● REQUIREMENT
In the entries below, find the line containing "discard, thin = readback.chain_settings(posterior)" and the line containing "summaries of the". Copy those two lines and everything between them exactly, and only that.

● ENTRIES PROVIDED
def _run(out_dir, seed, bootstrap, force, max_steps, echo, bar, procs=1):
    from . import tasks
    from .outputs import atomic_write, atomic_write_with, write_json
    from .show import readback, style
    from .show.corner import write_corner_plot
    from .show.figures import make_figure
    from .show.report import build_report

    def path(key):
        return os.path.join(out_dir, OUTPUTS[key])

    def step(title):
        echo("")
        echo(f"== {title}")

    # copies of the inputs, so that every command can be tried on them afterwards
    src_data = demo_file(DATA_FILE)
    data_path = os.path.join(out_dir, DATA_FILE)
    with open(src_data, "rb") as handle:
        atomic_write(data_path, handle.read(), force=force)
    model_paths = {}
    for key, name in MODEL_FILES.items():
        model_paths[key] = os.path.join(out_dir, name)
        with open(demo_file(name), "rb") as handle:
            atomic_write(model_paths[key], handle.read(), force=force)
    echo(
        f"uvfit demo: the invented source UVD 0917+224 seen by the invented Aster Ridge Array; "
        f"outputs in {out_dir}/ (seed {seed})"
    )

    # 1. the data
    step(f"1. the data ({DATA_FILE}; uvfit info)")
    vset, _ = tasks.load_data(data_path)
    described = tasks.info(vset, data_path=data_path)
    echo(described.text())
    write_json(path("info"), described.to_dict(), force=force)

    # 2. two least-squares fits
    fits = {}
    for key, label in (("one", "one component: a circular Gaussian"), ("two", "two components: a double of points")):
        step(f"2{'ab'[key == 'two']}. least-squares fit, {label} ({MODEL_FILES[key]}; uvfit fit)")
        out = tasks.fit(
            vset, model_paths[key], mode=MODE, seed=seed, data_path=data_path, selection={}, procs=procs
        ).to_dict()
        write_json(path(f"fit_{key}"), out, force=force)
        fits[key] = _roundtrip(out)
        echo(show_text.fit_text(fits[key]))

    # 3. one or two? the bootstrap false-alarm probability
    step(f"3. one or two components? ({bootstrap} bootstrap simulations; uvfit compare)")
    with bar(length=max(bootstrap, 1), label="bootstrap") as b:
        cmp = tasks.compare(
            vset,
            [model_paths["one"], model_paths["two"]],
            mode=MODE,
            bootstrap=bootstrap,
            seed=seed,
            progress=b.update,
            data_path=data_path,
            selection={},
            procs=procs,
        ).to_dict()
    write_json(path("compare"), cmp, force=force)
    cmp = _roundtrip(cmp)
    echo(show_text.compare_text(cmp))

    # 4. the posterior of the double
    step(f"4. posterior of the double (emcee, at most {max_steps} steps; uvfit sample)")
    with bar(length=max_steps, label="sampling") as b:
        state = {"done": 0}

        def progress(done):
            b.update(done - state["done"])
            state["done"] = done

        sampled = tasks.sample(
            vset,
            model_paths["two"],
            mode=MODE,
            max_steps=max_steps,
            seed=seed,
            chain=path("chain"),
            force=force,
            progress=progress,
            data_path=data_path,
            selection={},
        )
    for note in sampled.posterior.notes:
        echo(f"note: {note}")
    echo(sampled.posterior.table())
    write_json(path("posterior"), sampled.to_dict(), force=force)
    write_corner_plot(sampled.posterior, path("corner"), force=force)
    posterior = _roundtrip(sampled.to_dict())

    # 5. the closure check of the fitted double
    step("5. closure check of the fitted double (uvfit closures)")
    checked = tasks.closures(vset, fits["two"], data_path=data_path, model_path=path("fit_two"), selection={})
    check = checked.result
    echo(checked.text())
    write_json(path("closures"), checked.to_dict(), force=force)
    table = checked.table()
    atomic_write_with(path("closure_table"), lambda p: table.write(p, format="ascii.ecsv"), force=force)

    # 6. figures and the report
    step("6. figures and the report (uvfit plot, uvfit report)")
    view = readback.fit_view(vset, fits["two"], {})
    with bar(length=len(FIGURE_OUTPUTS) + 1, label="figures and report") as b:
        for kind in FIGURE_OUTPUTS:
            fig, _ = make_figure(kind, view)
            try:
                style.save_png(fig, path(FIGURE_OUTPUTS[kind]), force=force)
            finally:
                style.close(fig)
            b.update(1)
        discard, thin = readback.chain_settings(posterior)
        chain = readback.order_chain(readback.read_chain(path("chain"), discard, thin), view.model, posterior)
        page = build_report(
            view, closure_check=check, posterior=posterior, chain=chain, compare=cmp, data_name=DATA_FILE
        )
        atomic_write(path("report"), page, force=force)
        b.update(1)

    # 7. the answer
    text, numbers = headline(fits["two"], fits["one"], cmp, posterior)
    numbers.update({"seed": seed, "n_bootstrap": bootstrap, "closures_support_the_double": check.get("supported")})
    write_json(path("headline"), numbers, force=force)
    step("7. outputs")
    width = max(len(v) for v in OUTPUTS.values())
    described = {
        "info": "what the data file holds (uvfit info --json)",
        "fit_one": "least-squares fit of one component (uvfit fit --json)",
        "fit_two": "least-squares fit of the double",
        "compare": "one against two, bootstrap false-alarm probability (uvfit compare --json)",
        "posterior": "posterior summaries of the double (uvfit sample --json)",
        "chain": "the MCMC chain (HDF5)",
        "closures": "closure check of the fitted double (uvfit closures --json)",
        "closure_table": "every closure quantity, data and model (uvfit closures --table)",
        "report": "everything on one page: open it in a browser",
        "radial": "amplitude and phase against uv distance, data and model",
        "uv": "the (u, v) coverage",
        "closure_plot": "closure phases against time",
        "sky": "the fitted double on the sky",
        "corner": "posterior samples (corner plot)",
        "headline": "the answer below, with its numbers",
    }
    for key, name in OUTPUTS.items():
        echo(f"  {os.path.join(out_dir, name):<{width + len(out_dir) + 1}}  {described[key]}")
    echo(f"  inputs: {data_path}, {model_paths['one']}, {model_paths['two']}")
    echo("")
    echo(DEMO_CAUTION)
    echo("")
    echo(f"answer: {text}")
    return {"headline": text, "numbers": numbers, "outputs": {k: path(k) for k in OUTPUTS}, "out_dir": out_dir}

● FINAL ANSWER
        discard, thin = readback.chain_settings(posterior)
        chain = readback.order_chain(readback.read_chain(path("chain"), discard, thin), view.model, posterior)
        page = build_report(
            view, closure_check=check, posterior=posterior, chain=chain, compare=cmp, data_name=DATA_FILE
        )
        atomic_write(path("report"), page, force=force)
        b.update(1)

    # 7. the answer
    text, numbers = headline(fits["two"], fits["one"], cmp, posterior)
    numbers.update({"seed": seed, "n_bootstrap": bootstrap, "closures_support_the_double": check.get("supported")})
    write_json(path("headline"), numbers, force=force)
    step("7. outputs")
    width = max(len(v) for v in OUTPUTS.values())
    described = {
        "info": "what the data file holds (uvfit info --json)",
        "fit_one": "least-squares fit of one component (uvfit fit --json)",
        "fit_two": "least-squares fit of the double",
        "compare": "one against two, bootstrap false-alarm probability (uvfit compare --json)",
        "posterior": "posterior summaries of the double (uvfit sample --json)",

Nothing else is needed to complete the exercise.